- WHAT YOU ARE ASKED TO DO:
Filter the entries beneath this task, copying only the lines that hold the word "rounding".

- Stored items:
○ ○ ○
#include "estimator/fit/objective.hpp"
#include "softsill/random.hpp"
#include "tests/fit/small_cell.hpp"

namespace softsill {
namespace {

using small::Cell;

double difference(const std::function<double(double)>& f, double h) {
  return (8.0 * (f(h) - f(-h)) - (f(2.0 * h) - f(-2.0 * h))) / (12.0 * h);
}

Vector difference(const std::function<Vector(double)>& f, double h) {
  return (8.0 * (f(h) - f(-h)) - (f(2.0 * h) - f(-2.0 * h))) / (12.0 * h);
}

const std::vector<Escape> escapes = {
    {EscapeKind::exponential, 0.7, 1.0},      {EscapeKind::softplus, 0.3, 1.0},
    {EscapeKind::logistic, 0.5, 1.0},         {EscapeKind::rectified_power, 0.02, 2.0},
    {EscapeKind::rectified_power, 1e-3, 5.5}, {EscapeKind::gaussian_tail, 0.1, 1.0}};

enum class Kind { point_process, bins };

std::string name_of(const Escape& escape, Kind kind, double level) {
  return std::string(to_string(escape.kind)) + (kind == Kind::bins ? ", bins" : ", point process") +
         ", x near " + std::to_string(level);
}

constexpr Eigen::Index columns = 3;

SpikeDesign random_design(Kind kind, Eigen::Index nodes, Eigen::Index spikes) {
  RandomStream random(5, 0);
  SpikeDesign design;
  design.nodes.resize(nodes, columns);
  design.weights_ms.resize(nodes);
  design.spikes.resize(spikes, columns);
  for (RowMatrix* rows : {&design.nodes, &design.spikes}) {
    for (Eigen::Index i = 0; i < rows->rows(); ++i) {
      rows->row(i) << 1.0, random.normal(), random.normal();
    }
  }
  for (double& weight : design.weights_ms) {
    weight = 0.3 + random.uniform();
  }
  if (kind == Kind::bins) {
    design.spike_bins_ms = Vector::Constant(spikes, 0.4);
    design.spike_bins_ms[0] = 1.3;
  }
  return design;
}

/// (beta, log lambda_0, log n): the coordinates of a SpikeEvaluation.
SpikeEvaluation evaluate_at(const SpikeDesign& design, Escape escape, const Vector& at, Want want) {
  escape.lambda_0_per_ms = std::exp(at[columns]);
  escape.exponent = std::exp(at[columns + 1]);
  return evaluate_spikes(design, escape, at.head(columns), want, 1);
}

Vector point_near(const Escape& escape, double level) {
  Vector at(columns + 2);
  at << level, 0.4, -0.3, std::log(escape.lambda_0_per_ms), std::log(escape.exponent);
  return at;
}

/// Own parameters have derivatives only where they can be fitted.
Eigen::Index fitted(const Escape& escape) {
  return escape.kind == EscapeKind::exponential       ? columns
         : escape.kind == EscapeKind::rectified_power ? columns + 2
                                                      : columns + 1;
}

/// Checks at one point. The first term of a bound is for h^4, the second for the rounding of a
/// difference, some 1e-16 |f| / h.
void check_spikes(const SpikeDesign& design, const Escape& escape, double level) {
  const Vector at = point_near(escape, level);
  const SpikeEvaluation here = evaluate_at(design, escape, at, Want::derivatives_and_expected);
  ASSERT_TRUE(std::isfinite(here.log_likelihood));
  ASSERT_TRUE(here.gradient.allFinite()) << here.gradient.transpose();
  ASSERT_TRUE(here.information.allFinite()) << here.information;
  ASSERT_TRUE(here.expected.allFinite()) << here.expected;
  const Eigen::Index n = fitted(escape);
  for (Eigen::Index i = 0; i < n; ++i) {
    // log(1 + e^x)^n has fifth derivatives by log n of (n log x)^5 times itself.
    const double h = i == columns + 1 ? 1e-4 : 1e-3;
    const double rounding = 2e-15 / h;
    const auto moved = [&](double step) { return Vector(at + step * Vector::Unit(at.size(), i)); };
    const double slope = difference(
        [&](double step) {
          return evaluate_at(design, escape, moved(step), Want::value).log_likelihood;
        },
        h);
    EXPECT_NEAR(here.gradient[i], slope,
                1e-8 * std::abs(slope) + rounding * std::abs(here.log_likelihood))
        << "gradient " << i;
    const Vector bend = difference(
        [&](double step) {
          return evaluate_at(design, escape, moved(step), Want::derivatives).gradient;
        },
        h);
    for (Eigen::Index j = 0; j < n; ++j) {
      EXPECT_NEAR(-here.information(i, j), bend[j],
                  1e-8 * std::abs(bend[j]) + rounding * here.gradient.cwiseAbs().maxCoeff())
          << "information " << i << " " << j;
    }
  }
  EXPECT_EQ(here.information, here.information.transpose());
  EXPECT_EQ(here.expected, here.expected.transpose());
  // The cheaper questions have the same answers.
  EXPECT_EQ(evaluate_at(design, escape, at, Want::value).log_likelihood, here.log_likelihood);
  EXPECT_EQ(evaluate_at(design, escape, at, Want::gradient).gradient.head(columns),
            here.gradient.head(columns));
}

TEST(SpikeDerivatives, OrdinaryDistances) {
  for (const Escape& escape : escapes) {
    for (Kind kind : {Kind::point_process, Kind::bins}) {
      for (double level : {-6.0, -1.0, 0.0, 2.0}) {
        SCOPED_TRACE(name_of(escape, kind, level));
        check_spikes(random_design(kind, 40, 12), escape, level);
      }
    }
  }
}

void check_extremes(Kind kind) {
  for (const Escape& escape : escapes) {
    for (double level : {-2000.0, -800.0, -300.0, -60.0, -30.0, 30.0, 200.0, 600.0}) {
      SCOPED_TRACE(name_of(escape, kind, level));
      check_spikes(random_design(kind, 40, 12), escape, level);
    }
  }
}

TEST(SpikeDerivatives, ExtremeDistances) { check_extremes(Kind::point_process); }

TEST(SpikeDerivatives, ExtremeDistancesInBins) { check_extremes(Kind::bins); }

// A hazard beyond the largest double is impossible, not a crash and not NaN.
TEST(SpikeDerivatives, OverflowIsMinusInfinity) {
  for (Kind kind : {Kind::point_process, Kind::bins}) {
    const SpikeDesign design = random_design(kind, 4, 3);
    const double value =
        evaluate_at(design, Escape{}, point_near(Escape{}, 1000.0), Want::derivatives)
            .log_likelihood;
    EXPECT_EQ(value, -std::numeric_limits<double>::infinity());
  }
}

// Expected information is what its name says: over a bin that holds a spike with probability p,
// p times a spike's information plus 1 - p times that of an empty bin; over a short stretch of a
// point process, the stretch's own plus w lambda times a spike's.
TEST(SpikeDerivatives, ExpectedInformationIsTheMeanOfObserved) {
  for (const Escape& escape : escapes) {
    for (Kind kind : {Kind::point_process, Kind::bins}) {
      for (double level : {-20.0, -3.0, 0.0, 1.5}) {
        SCOPED_TRACE(name_of(escape, kind, level));
        SpikeDesign node = random_design(kind, 1, 1), spike = node;
        spike.spikes = node.nodes;
        spike.nodes.resize(0, columns);
        spike.weights_ms.resize(0);
        node.spikes.resize(0, columns);
        const double weight = node.weights_ms[0];
        if (kind == Kind::bins) {
          spike.spike_bins_ms[0] = weight;
        }
        const Vector at = point_near(escape, level);
        const SpikeEvaluation of_node =
            evaluate_at(node, escape, at, Want::derivatives_and_expected);
        const SpikeEvaluation of_spike =
            evaluate_at(spike, escape, at, Want::derivatives_and_expected);
        const double m = weight * escape_rate(escape, node.nodes.row(0).dot(at.head(columns)));
        const double p = kind == Kind::bins ? -std::expm1(-m) : m;
        const double rest = kind == Kind::bins ? 1.0 - p : 1.0;
        const Matrix mean = rest * of_node.information + p * of_spike.information;
        const double scale = (rest * of_node.information).cwiseAbs().maxCoeff() +
                             (p * of_spike.information).cwiseAbs().maxCoeff();
        // With bins, every row carries the expectation itself.
        EXPECT_LT((of_node.expected - mean).cwiseAbs().maxCoeff(), 1e-12 * scale);
      }
    }
  }
}

TEST(SpikeDerivatives, SameForAnyNumberOfThreads) {
  const SpikeDesign design = random_design(Kind::point_process, 20000, 300);
  const Vector at = point_near(escapes[4], -1.0);
  const SpikeEvaluation one =
      evaluate_spikes(design, escapes[4], at.head(columns), Want::derivatives_and_expected, 1);
  for (int threads : {2, 3, 7}) {
    const SpikeEvaluation many = evaluate_spikes(design, escapes[4], at.head(columns),
                                                 Want::derivatives_and_expected, threads);
    EXPECT_EQ(one.log_likelihood, many.log_likelihood);
    EXPECT_EQ(one.gradient, many.gradient);
    EXPECT_EQ(one.information, many.information);
    EXPECT_EQ(one.expected, many.expected);
  }
}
○ ○ ○
- FINISHED EXERCISE:
/// Checks at one point. The first term of a bound is for h^4, the second for the rounding of a
    const double rounding = 2e-15 / h;
                1e-8 * std::abs(slope) + rounding * std::abs(here.log_likelihood))
                  1e-8 * std::abs(bend[j]) + rounding * here.gradient.cwiseAbs().maxCoeff())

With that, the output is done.